IBBR-IGB Joint Seminar – Prof. Peter Claus – “Peripheral organ defects in a neurodegenerative disease: Spinal Muscular Atrophy and beyond”
Prof. Peter Claus
SMATHERIA gGmbH – Non-Profit Biomedical Research Institute, Hannover,
Germany & Center of Systems Neuroscience, Hannover, Germany
Abstract
Monogenic diseases are well-suited paradigms for the causal analysis of disease-driving molecular patterns. Spinal Muscular Atrophy (SMA) is a monogenic disease caused by mutations of the Survival of Motoneuron gene (SMN1). Deletion of SMN1 leads to decreased levels of the SMN protein and degeneration of the lower motoneurons in the spinal cord and brain stem. The severity of symptoms is correlated with the copy number of a back-up gene, SMN2. However, due to mutations in this gene, expression of SMN2 cannot fully compensate SMN1 loss. Interestingly, SMN protein is expressed ubiquitously and not restricted to the nervous system.
SMA was considered to be a neurodegenerative disease with a predominant neuromuscular phenotype. Recently, SMA has been described as multi-system disorder with new multi-organ phenotypes. Although SMA is a rare disease, three novel therapies have been recently developed and approved. Those therapies are effective, but there is yet no cure for SMA. Consequently, the need for a complementing therapy addressing peripheral signatures of novel SMA phenotypes increases.

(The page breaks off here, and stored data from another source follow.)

import { beforeAll, describe, expect, it } from "vitest";
import tarnHead from "../../../../fixtures/tarn-head-calder-flats.json";
import { getDb } from "#app/lib/db.server.ts";
import { action as ladderApi } from "#app/routes/api/ladder.ts";
import { action as createNetworkApi } from "#app/routes/api/networks.ts";
import { jobSettled } from "#app/lib/compute/jobs.server.ts";
import { action as jobAction, loader as jobLoader } from "#app/routes/networks/job.ts";
import { action as ladderAction, loader as ladderLoader } from "#app/routes/networks/ladder.tsx";
import { loader as reportLoader } from "#app/routes/networks/report.tsx";
import { insertMembership, insertTeamWithOwner } from "#db/teams.ts";
import { writeLibraryTypes } from "#db/libraryTypes.ts";
import { syntheticFeeder } from "../../../../bench/syntheticFeeder.ts";
import { call, cookieFor, formRequest, getRequest, jsonRequest, makeUser } from "../harness.ts";

const cookies = {} as Record<"owner" | "editor" | "viewer" | "outsider", string>;
let networkId: number;
let teamId: number;
let editorName: string;
let ownerId: number;
const study = { sectionBus: "b-calder-66", voltagesKV: [33, 66, 132], money: { energyPricePerMWh: 95, currency: "GBP" } };

const started = (body: unknown, cookie: string, id = networkId) =>
  call(ladderAction, jsonRequest("POST", `/networks/${id}/ladder`, { cookie, body }), { networkId: String(id) });
const jobGet = (jobId: string, cookie: string, id = networkId) =>
  call(jobLoader, getRequest(`/networks/${id}/jobs/${jobId}`, cookie), { networkId: String(id), jobId });
/**
 * The page's run: the action answers at once (a refusal, or 202 with the job), then the page
 * follows the job; this answers what the page ends up showing, as { status, body } with the
 * ladder or the job's sentence, status and issues.
 */
async function pagePost(body: unknown, cookie: string, id = networkId) {
  const start = await started(body, cookie, id);
  if (start.status !== 202) return start;
  expect(start.body.job).toMatchObject({ state: "running", networkId: id });
  await jobSettled(start.body.job.id);
  const job = await jobGet(start.body.job.id, cookie, id);
  expect(job.status).toBe(200);
  if (job.body.state === "done") return { status: 200, body: { ...job.body.result, job: job.body } };
  return { status: job.body.status as number, body: { error: job.body.error, issues: job.body.issues, job: job.body } };
}
const pageGet = (cookie: string, id = networkId) => call(ladderLoader, getRequest(`/networks/${id}/ladder`, cookie), { networkId: String(id) });
const reportGet = (cookie: string, id = networkId) => call(reportLoader, getRequest(`/networks/${id}/report`, cookie), { networkId: String(id) });

beforeAll(async () => {
  const db = await getDb();
  const owner = await makeUser("Page Owner", { ownTeam: true });
  const editor = await makeUser("Page Editor");
  const viewer = await makeUser("Page Viewer");
  const outsider = await makeUser("Page Outsider", { ownTeam: true });
  editorName = editor.name;
  ownerId = owner.id;
  teamId = (await db.transaction().execute((trx) => insertTeamWithOwner(trx, "Ladder page team", owner.id))).id;
  await insertMembership(db, teamId, editor.id, "editor");
  await insertMembership(db, teamId, viewer.id, "viewer");
  cookies.owner = await cookieFor(owner);
  cookies.editor = await cookieFor(editor);
  cookies.viewer = await cookieFor(viewer);
  cookies.outsider = await cookieFor(outsider);
  const created = await call(createNetworkApi, jsonRequest("POST", `/api/networks?team=${teamId}`, { cookie: cookies.owner, body: tarnHead }));
  networkId = created.body.id;
});

describe("the ladder page", () => {
  it("opens for a viewer with no study saved, and says a viewer may not save", async () => {
    const page = await pageGet(cookies.viewer);
    expect(page.status).toBe(200);
    expect(page.body).toMatchObject({ role: "viewer", canSave: false, saved: null, savedLadder: null, revision: 1 });
  });

  it("is not found for someone outside the team", async () => {
    expect((await pageGet(cookies.outsider)).status).toBe(404);
    expect((await pagePost({ intent: "run", request: study }, cookies.outsider)).status).toBe(404);
  });

  it("runs for a viewer and answers exactly what the API answers for the same request", async () => {
    const page = await pagePost({ intent: "run", request: study }, cookies.viewer);
    expect(page.status).toBe(200);
    const api = await call(ladderApi, jsonRequest("POST", `/api/networks/${networkId}/ladder`, { cookie: cookies.viewer, body: study }), {
      networkId: String(networkId),
    });
    expect(page.body.ladder.alternatives.map((a: { voltageKV: number }) => a.voltageKV)).toEqual([33, 66, 132]);
    expect(JSON.parse(JSON.stringify(page.body.ladder.alternatives))).toEqual(api.body.alternatives);
    expect(page.body.ladder.cheapest).toEqual(api.body.cheapest);
  });

  it("refuses to save for a viewer (403, naming the role) and stores nothing", async () => {
    const outcome = await pagePost({ intent: "save", request: study }, cookies.viewer);
    expect(outcome.status).toBe(403);
    expect(outcome.body.error).toMatch(/viewer/);
    const db = await getDb();
    expect(await db.selectFrom("ladder_studies").selectAll().where("network_id", "=", networkId).execute()).toEqual([]);
  });

  it("names the fields of a bad request with 400", async () => {
    const outcome = await pagePost({ intent: "run", request: { sectionBus: "b-calder-66", voltagesKV: [], money: { loadFactor: 2 } } }, cookies.viewer);
    expect(outcome.status).toBe(400);
    expect(outcome.body.issues.map((i: { path: string }) => i.path).sort()).toEqual(["money.loadFactor", "voltagesKV"]);
  });

  it("saves an editor's study with the network and shows it again on the next visit, for everyone in the team", async () => {
    const saved = await pagePost({ intent: "save", request: study }, cookies.editor);
    expect(saved.status).toBe(200);
    expect(saved.body.ladder.cheapest).toMatchObject({ voltageKV: 66 });
    const again = await pageGet(cookies.viewer);
    expect(again.body.saved).toMatchObject({ networkRevision: 1, updatedByName: editorName });
    expect(again.body.saved.request).toMatchObject({ sectionBus: "b-calder-66", voltagesKV: [33, 66, 132] });
    expect(again.body.saved.request.money).toMatchObject({ energyPricePerMWh: 95, currency: "GBP", loadFactor: 0.6, discountRatePct: 8 });
    expect(again.body.savedLadder.alternatives.map((a: { converged: boolean }) => a.converged)).toEqual([false, true, true]);
  });

  it("replaces the saved study on the next save instead of adding another", async () => {
    const basedOn = async () => (await pageGet(cookies.editor)).body.saved?.updatedAt ?? null;
    expect((await pagePost({ intent: "save", request: { ...study, voltagesKV: [66, 132] }, basedOn: await basedOn() }, cookies.editor)).status).toBe(200);
    const db = await getDb();
    const rows = await db.selectFrom("ladder_studies").select(["voltages_kv"]).where("network_id", "=", networkId).execute();
    expect(rows).toEqual([{ voltages_kv: "[66,132]" }]);
    expect((await pagePost({ intent: "save", request: study, basedOn: await basedOn() }, cookies.editor)).status).toBe(200);
  });

  // Issue #13, finding 10: the saved study was last-write-wins.
  it("refuses (409) a save that started from an older study, and keeps the newer one", async () => {
    const { updatedAt } = (await pageGet(cookies.editor)).body.saved;
    expect((await pagePost({ intent: "save", request: { ...study, voltagesKV: [132] }, basedOn: updatedAt }, cookies.owner)).status).toBe(200);
    const late = await pagePost({ intent: "save", request: { ...study, voltagesKV: [33] }, basedOn: updatedAt }, cookies.editor);
    expect(late.status).toBe(409);
    expect(late.body.error).toMatch(/nothing was overwritten/);
    const rows = await (await getDb()).selectFrom("ladder_studies").select(["voltages_kv"]).where("network_id", "=", networkId).execute();
    expect(rows).toEqual([{ voltages_kv: "[132]" }]);
    expect((await pagePost({ intent: "save", request: study, basedOn: null }, cookies.editor)).status).toBe(409);
    const current = (await pageGet(cookies.editor)).body.saved.updatedAt;
    expect((await pagePost({ intent: "save", request: study, basedOn: current }, cookies.editor)).status).toBe(200);
  });

  it("keeps a study that sizes the section's conductor, and the saved ladder says which conductor each alternative got", async () => {
    const basedOn = (await pageGet(cookies.editor)).body.saved?.updatedAt ?? null;
    const sizing = { clearingTimeS: 0.5 };
    expect((await pagePost({ intent: "save", request: { ...study, sizing }, basedOn }, cookies.editor)).status).toBe(200);
    const again = await pageGet(cookies.viewer);
    expect(again.body.saved.request.sizing).toEqual(sizing);
    const chosen = again.body.savedLadder.alternatives.map((a: { sizing: { chosen: { label: string } | null } | null }) => a.sizing?.chosen?.label ?? null);
    expect(chosen[0]).toBeNull();
    expect(chosen[1]).toMatch(/^ACSR /);
    const rows = await (await getDb()).selectFrom("ladder_studies").select(["sizing"]).where("network_id", "=", networkId).execute();
    expect(rows).toEqual([{ sizing: JSON.stringify(sizing) }]);

    // A team conductor that passes and costs less over its life than any built-in one is chosen, on the next visit too.
    const written = await writeLibraryTypes(await getDb(), {
      teamId,
      userId: ownerId,
      types: [
        {
          kind: "conductor",
          name: "Moorland 200 (team type)",
          data: { kind: "overhead", frequencyHz: 50, rOhmPerKm: 0.12, xOhmPerKm: 0.35, ampacityA: 600, material: "acsr", crossSectionMm2: 200 },
        },
      ],
    });
    expect(written.ok).toBe(true);
    const withTeamType = await pageGet(cookies.viewer);
    expect(withTeamType.body.savedLadder.alternatives[1].sizing.chosen.label).toBe("Moorland 200 (team type)");
    const back = (await pageGet(cookies.editor)).body.saved.updatedAt;
    expect((await pagePost({ intent: "save", request: study, basedOn: back }, cookies.editor)).status).toBe(200);
    expect((await pageGet(cookies.viewer)).body.saved.request).not.toHaveProperty("sizing");
  });
});

describe("the ladder as a job", () => {
  it("reports progress to the end, and only to whoever started it", async () => {
    const start = await started({ intent: "run", request: study }, cookies.viewer);
    expect(start.status).toBe(202);
    const { id } = start.body.job;
    // Someone else in the team, or on another network, is told it does not exist.
    expect((await jobGet(id, cookies.editor)).status).toBe(404);
    expect((await jobGet(id, cookies.outsider)).status).toBe(404);
    await jobSettled(id);
    const done = await jobGet(id, cookies.viewer);
    expect(done.body).toMatchObject({ state: "done", error: null, progress: { stage: expect.stringMatching(/^Alternative 3 of 3 \(132 kV\)$/) } });
    expect(done.body.progress.done).toBe(done.body.progress.total);
    expect(done.body.result.ladder.alternatives).toHaveLength(3);
  });

  it("can be cancelled by whoever started it: it stops, says so and saves nothing", async () => {
    // A feeder of 2,000 buses: its ladder runs for seconds, the cancel follows within milliseconds.
    const feeder = syntheticFeeder(2_000);
    const created = await call(createNetworkApi, jsonRequest("POST", `/api/networks?team=${teamId}`, { cookie: cookies.owner, body: feeder }));
    const bigId: number = created.body.id;
    const request = { sectionBus: feeder.buses[2].id, voltagesKV: [33, 66] };
    const start = await started({ intent: "save", request, basedOn: null }, cookies.editor, bigId);
    expect(start.status).toBe(202);
    const jobId: string = start.body.job.id;
    const cancelAs = (cookie: string) =>
      call(jobAction, formRequest(`/networks/${bigId}/jobs/${jobId}`, { intent: "cancel" }, { cookie }), { networkId: String(bigId), jobId });
    expect((await cancelAs(cookies.owner)).status).toBe(404);
    const cancelled = await cancelAs(cookies.editor);
    expect(cancelled.status).toBe(200);
    expect(cancelled.body).toMatchObject({ state: "cancelled", error: "The calculation was cancelled; nothing was saved.", result: null });
    const db = await getDb();
    expect(await db.selectFrom("ladder_studies").selectAll().where("network_id", "=", bigId).execute()).toEqual([]);
  }, 60_000);

  it("answers a job address that names nothing with 404 and a sentence", async () => {
    const missing = await jobGet("no-such-job", cookies.viewer);
    expect(missing.status).toBe(404);
    expect(String(missing.body)).toMatch(/no such calculation/);
  });
});

describe("the study report", () => {
  it("opens for a viewer with the solved network, the saved ladder and who wrote the revision", async () => {
    const report = await reportGet(cookies.viewer);
    expect(report.status).toBe(200);
    expect(report.body.revision).toMatchObject({ number: 1, by: "Page Owner" });
    expect(report.body.solved.result.loadFlow.converged).toBe(true);
    expect(report.body.ladder.alternatives.map((a: { voltageKV: number }) => a.voltageKV)).toEqual([33, 66, 132]);
    expect(report.body.ladder.money.currency).toBe("GBP");
  });

  it("is not found for someone outside the team or a network that is not a number", async () => {
    expect((await reportGet(cookies.outsider)).status).toBe(404);
    const malformed = await call(reportLoader, getRequest("/networks/x/report", cookies.viewer), { networkId: "x" });
    expect(malformed.status).toBe(404);
  });
});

Here, we analyzed the systemic character of SMA employing proteomics, phosphoproteomics, translatomics and interactomics from two mouse models with different disease-severities. This systems approach revealed sub-networks and proteins characterizing both models. To link the identified molecular networks with the disease-causing SMN protein, we combined SMN-interactome data with both proteomes creating a comprehensive representation of SMA. By this approach, disease hubs and bottlenecks between SMN and downstream pathways could be identified. Linking a disease-causing molecule with widespread molecular dysregulations via multiomics is a concept for analyses of monogenic diseases.